Born in Indian Creek,
Texas in 1890, Katherine became motherless before the age of
two. Her paternal grandmother, Catherine Anne Porter (whom
she was obviously named after) became the all-important
woman in her life. After her grandmother's death in 1901,
she was sent by a very stern father to a New Orleans
Catholic convent to be educated. The rebellious, wild spirit
in her appeared early. Allowed into town on Saturdays, she
and her sister would sneak to the horse races. As she
remembered later, "I have always had a penchant for long
odds and black horses with poetic names, no matter what
their past records indicated."
In 1904, she was sent to the Thomas School for Girls in San
Antonio Texas, where in 1906, at the age of 16, she ran away
to marry twenty year-old old John Henry Kroontz, the son of
a Texas rancher.
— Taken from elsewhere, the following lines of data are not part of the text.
"""The bands and match results (enumerator.workflow.bands) and their renderers (enumerator.render.bands):
the CLI prints exactly what the library computes, and the JSON shape lives in to_dict()."""

import json
import subprocess
import sys

from _cli import cli

from enumerator.render.bands import bands_text, match_text
from enumerator.render.jsonout import dumps
from enumerator.vibrations.fitting import parse_bands
from enumerator.workflow.bands import match_spectrum, predict_spectra
from enumerator.workflow.pipeline import Request

MA4B2 = Request("Ma4b2", reporters=(("a", "CO"),))


def test_bands_cli_is_the_result_rendered():
    result = predict_spectra(Request("[Cr(CO)5(PPh3)]"))
    code, out, err = cli(["bands", "[Cr(CO)5(PPh3)]", "--json"])
    assert code == 0, err
    assert out == dumps(result.to_dict())
    assert list(json.loads(out)) == ["formula", "geometry", "geometry_reason", "isomers", "notes", "safety"]
    code, out, _ = cli(["bands", "[Cr(CO)5(PPh3)]"])
    assert out == bands_text(result)


def test_bands_fit_rides_on_its_pattern():
    result = predict_spectra(MA4B2, isomer_id="1", measured=parse_bands("2030,1940,1915,1890"), tie_ck=True)
    (entry,) = result.isomers
    assert entry.label == "1" and result.measured == (2030.0, 1940.0, 1915.0, 1890.0)
    doc = entry.patterns[0].to_dict()
    assert doc["fit"]["dof"] == 1 and [c["status"] for c in doc["fit"]["constants"]][-1] == "tied"
    code, out, _ = cli(
        ["bands", "Ma4b2", "--reporter", "a=CO", "--isomer", "1", "--fit", "2030,1940,1915,1890", "--ck"]
    )
    assert code == 0 and out == bands_text(result) and "  fit:" in out


def test_bands_enantiomers_share_one_entry():
    result = predict_spectra(Request("[RuCl2(CO)2(PPh3)2]"))
    labels = [e.label for e in result.isomers]
    assert labels[0] == "1a/1b" and not any(e.isomer_id.endswith("b") for e in result.isomers)


def test_bands_refusals_are_one_line():
    for args, words in (
        (["bands", "Ma4b2", "--reporter", "a=CO", "--fit", "2030,1940,1915,1890"], "--fit needs one isomer"),
        (["bands", "Ma4b2", "--reporter", "a=CO", "--isomer", "1", "--fit", "2030", "--fix", "kt=abc"], "--fix"),
        (["bands", "Ma4b2"], "no stretch reporter"),
        (["bands", "[Cr(CO)6]", "--plot", "x.pdf"], "is not .svg or .png"),
    ):
        code, out, err = cli(args)
        assert code == 2 and out == "" and words in err and err.count("\n") == 1, (args, err)


def test_match_cli_is_the_report_rendered():
    report = match_spectrum(Request("[RuCl2(CO)2(PPh3)2]"), [2061.0, 1998.0], [1.0, 0.75])
    args = ["match", "[RuCl2(CO)2(PPh3)2]", "--bands", "2061 (vs), 1998 (s)"]
    code, out, err = cli(args + ["--json"])
    assert code == 0, err
    assert out == dumps(report.to_dict())
    keys = list(json.loads(out))
    assert keys[:4] == ["formula", "geometry", "geometry_reason", "reporter_class"] and keys[-1] == "safety"
    code, out, _ = cli(args)
    assert out == match_text(report)


def test_match_candidates_carry_their_shifted_bands():
    report = match_spectrum(MA4B2, [2030.0, 1940.0, 1915.0], tolerance=15.0)
    for c in report.match.candidates:
        assert len(c.shifted) == len(c.predicted)
        # a common shift moves every band the same way (common practice: the pattern keeps its shape)
        moved = [s.wavenumber - p.wavenumber for s, p in zip(c.shifted, c.predicted)]
        assert all(m * c.shift >= 0 for m in moved)


def test_plots_leave_pyplot_alone():
    # drawing a spectrum must not load pyplot (its global figure list and backend switch) in the caller's process
    code = (
        "import sys;"
        "from enumerator.render.plots import picture, stick_spectrum;"
        "from enumerator.vibrations.solver import Band;"
        "picture(stick_spectrum([Band(2000.0, 1.0, 'A1')])); picture(stick_spectrum([Band(2000.0, 1.0, 'A1')]), 'png');"
        "print('matplotlib.pyplot' in sys.modules)"
    )
    out = subprocess.run([sys.executable, "-c", code], capture_output=True, text=True, check=True).stdout
    assert out.split() == ["False"]


def test_bands_say_how_sure_and_how_idealised():
    # the bands answer states the position uncertainty it used (the band model's sigma, or the class default
    # when the model gives none: 30 cm-1 for CO, a tool convention) and that the intensities are the
    # bond-dipole model's on the ideal polyhedron
    result = predict_spectra(Request("[Cr(CO)5(PPh3)]"))
    doc = result.to_dict()
    pat = doc["isomers"][0]["patterns"][0]
    given = [b["sigma"] for b in pat["bands"] if "sigma" in b]
    if pat["position_sigma_default"]:
        assert not given and pat["position_sigma_cm1"] == 30.0
        assert any("class default" in n for n in doc["notes"])
    else:
        assert pat["position_sigma_cm1"] == max(given)
        assert not any("class default" in n for n in doc["notes"])
    assert pat["ir_count"] == 3 and pat["ir_predicted_weak"] == 0  # 2A1 + E (Cotton 10.2)
    assert any("idealised" in n for n in doc["notes"])
    text = bands_text(result)
    assert "± cm-1" in text and f"IR: 3; position uncertainty ± {pat['position_sigma_cm1']:.0f} cm-1" in text


def test_match_text_says_the_ranking_and_its_decision():
    report = match_spectrum(MA4B2, [2030.0, 1940.0, 1915.0, 1890.0])
    text = match_text(report)
    assert text.splitlines()[2].startswith("ranking: 1 1.00") and "strong evidence" in text.splitlines()[2]
    assert "measurement term ± 5 cm-1" in text


def test_fit_bands_may_lie_where_the_band_model_predicts_them():
    # [Ti(CO)6]2- T1u near 1748 cm-1 (from memory), below the usual CO window 1850-2125 (rules/reporters.toml):
    # the additive model predicts it there, so --fit takes it; the same band typed for [Cr(CO)6] (T1u near
    # 1985-2000, from memory) is still refused in one line
    fix = ["--fix", "kc=0.5", "--fix", "kt=0.7"]
    code, out, err = cli(["bands", "[Ti(CO)6]2-", "--fit", "1748", *fix])
    assert code == 0 and "1748.0 -> T1u(1)" in out, err
    code, out, err = cli(["bands", "[Cr(CO)6]", "--fit", "1748", *fix])
    assert code == 2 and out == "" and "--fit: 1748 cm-1 is outside the CO window" in err and err.count("\n") == 1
Quite frightened of sex, the marriage was
never consummated and she was divorced three years later. By
her own proclamation, "I was frigid as a cucumber, and never
really did get over it altogether." Although there are
sources that say it was 42 years before she wed again, there
are records that show marriages in 1925 to Ernest Stock,
followed by a prompt divorce, a marriage in 1933 to one
Eugene Pressly, whom she divorced in 1938 to marry Albert Erskine, with whom she returned to the United States from
Europe and settled in Baton Rouge.
In 1911, she moved to Chicago to be a reporter for a weekly
paper and bit player for a film company there. She moved on
to Greenwich village for a short time leaving Texas far
behind because she said, "I didn't want to be regarded as a
freak. That's what they all thought about women who wanted
to write. So I had to revolt and rebel; there was no other
way."
From 1914 to1916 she traveled Texas as a ballad singer but
returned to journalism in 1918 as part of the staff on the
Rocky Mountain News. It was then that she became so ill, she
was expected to die. It was this illness that was the basis
for the masterpiece "Pale Horse, Pale Rider" which took her
20 years to complete.
She went on to Mexico, where she studied art. She was lovers
with Diego Rivera, and became friends with and smoked pot
with Mexican revolutionaries. Her time in Mexico gave her
material for some of her earliest published stories "Maria
Concepción," and "The Martyr" in 1922 and 1923. In
the mid to late 1920s she participated in, and was jailed
for protesting the Sacco and Vanzetti trial in Boston.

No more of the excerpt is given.